Yılın bu son günlerinde işletmeler stok revizyonu yaparak risk ve maliyetlerini azaltma yoluna gitmektedirler. İşletmelerin stok seviyelerinin yüksek olması beraberinde birçok sorunu ve göz önünde bulundurulması gereken riskleri de beraberinde getirmektedir. Bu nedenle işletmelerin stoklarında bulunan üretim fazlası, paketleme veya kodlama hatası sebebiyle piyasaya sürülemeyen, raf ömrünün bitimine az bir süre kalan, sağlık şartlarına uygun ancak hasarlı, piyasaya sunulamayan ancak yeniden paketlemeye ihtiyaç duyulan ürünlerinin gıda bankacılığı kapsamında olan ürünlerden olması durumunda bunları bağışlayarak gıda bankacılığının vergisel avantajlarından faydalanma imkanları bulunmaktadır.
KAYNAKÇA :
- 251 seri no’lu Gelir Vergisi Genel Tebliği
- Özelge: https://alomaliye.com/2011/05/04/gida-bankaciligi-hakkinda-ozelge/
- Öğüz Akarçay, Ayça ve Akarçay, Çağatay.

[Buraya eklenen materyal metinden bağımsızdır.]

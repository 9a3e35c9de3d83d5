package main

import (
	"os/exec"
	"regexp"
	"runtime/debug"
	"slices"
	"strings"
	"testing"
)

func TestVersionSaysWhatItWasBuiltFrom(t *testing.T) {
	main := debug.Module{Path: "ebbline", Version: "v0.1.0"}
	setting := func(k, v string) debug.BuildSetting { return debug.BuildSetting{Key: k, Value: v} }
	for _, c := range []struct {
		info *debug.BuildInfo
		want string
	}{
		{nil, "module    ebbline\nrevision  not recorded\n"},
		{&debug.BuildInfo{Main: debug.Module{Path: "ebbline", Version: "(devel)"}}, "module    ebbline\nrevision  not recorded\n"},
		{&debug.BuildInfo{Main: main, Settings: []debug.BuildSetting{setting("vcs.revision", "12ab"), setting("vcs.time", "2026-12-01T10:00:00Z"), setting("vcs.modified", "false")}},
			"module    ebbline v0.1.0\nrevision  12ab of 2026-12-01T10:00:00Z\n"},
		{&debug.BuildInfo{Main: main, Settings: []debug.BuildSetting{setting("vcs.revision", "12ab"), setting("vcs.modified", "true")}},
			"module    ebbline v0.1.0\nrevision  12ab, with changes\n"},
	} {
		if got := builtFrom(c.info); got != c.want {
			t.Errorf("got %q, want %q", got, c.want)
		}
	}
	said := quietly(t, []string{"version"})
	if flag := quietly(t, []string{"--version"}); !strings.HasPrefix(said, flag) || strings.Count(flag, "\n") != 1 {
		t.Errorf("--version says %q, and version %q", flag, said)
	}
}

// noticeHead is the head of a licence in notices.txt.
var noticeHead = regexp.MustCompile(`(?m)^(\S+ v\S+) \(\S+\)$`)

// notNamed compares the modules that are built in with those that notices name.
func notNamed(text string, modules []string) (missing, needless []string) {
	named := map[string]bool{}
	for _, m := range noticeHead.FindAllStringSubmatch(text, -1) {
		named[m[1]] = true
	}
	for _, m := range modules {
		if !named[m] {
			missing = append(missing, m)
		}
	}
	for m := range named {
		if !slices.Contains(modules, m) {
			needless = append(needless, m)
		}
	}
	return missing, needless
}

// TestNoticesNameEveryModule asks the go command what is built into the program
// on each system and wants every module there with its version, and no other.
func TestNoticesNameEveryModule(t *testing.T) {
	program, err := exec.LookPath("go")
	if err != nil {
		t.Skip("skipped: go is not installed")
	}
	var modules []string
	for _, target := range []string{"linux", "windows", "darwin"} {
		cmd := exec.Command(program, "list", "-deps", "-f", "{{with .Module}}{{if not .Main}}{{.Path}} {{.Version}}{{end}}{{end}}", ".")
		cmd.Env = append(cmd.Environ(), "GOOS="+target, "GOARCH=amd64", "CGO_ENABLED=0")
		out, err := cmd.Output()
		if err != nil {
			t.Fatalf("%s: %v", target, err)
		}
		for _, m := range strings.Split(string(out), "\n") {
			if m != "" && !slices.Contains(modules, m) {
				modules = append(modules, m)
			}
		}
	}
	if len(modules) < 10 {
		t.Fatalf("only %d modules listed: %v", len(modules), modules)
	}
	missing, needless := notNamed(notices, modules)
	if len(missing)+len(needless) > 0 {
		t.Errorf("notices.txt lacks %q and names %q, which is not built in; .ci/notices makes it anew", missing, needless)
	}
	for _, part := range []string{"\nebbline (LICENSE)\n", "\nGo, its runtime and standard library (LICENSE)\n", "Permission is hereby granted", "SIL OPEN FONT LICENSE"} {
		if !strings.Contains(notices, part) {
			t.Errorf("notices.txt lacks %q", part)
		}
	}
	// Another version of a module, or one more, is seen.
	missing, needless = notNamed(strings.ReplaceAll(notices, modules[0]+" (", modules[0]+"9 ("), append(modules, "example.org/more v1.0.0"))
	if len(missing) != 2 || len(needless) != 1 {
		t.Errorf("planted faults: lacks %q, names %q", missing, needless)
	}
	if got := quietly(t, []string{"version", "--licences"}); got != notices {
		t.Errorf("version --licences prints %d bytes of %d", len(got), len(notices))
	}
}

Türkiye’de Uygulanan Gıda Bankacılığı Sisteminin İşleyişi ve Vergisel Avantajlarının Diğer Ülkelerle Karşılaştırılması. Marmara Üniversitesi Öneri Dergisi,2012,44,1-16.
- Eren, Metin. “Fakirlere Yardım Etmek Maksadıyla Kurulan Gıda Bankacılığının Vergisel Boyutu ve Muhasebeleştirilmesi” Mali Çözüm Dergisi, Ocak-Şubat 2019:123-143.
- Sayın, Züleyha. “Sosyal Sorumluluk Kapsamında Gıda Bankacılığı Sistemi ve Bir Uygulama”, Yüksek Lisans Tezi. Marmara Üniversitesi Sosyal Bilimler Enstitüsü, 2013.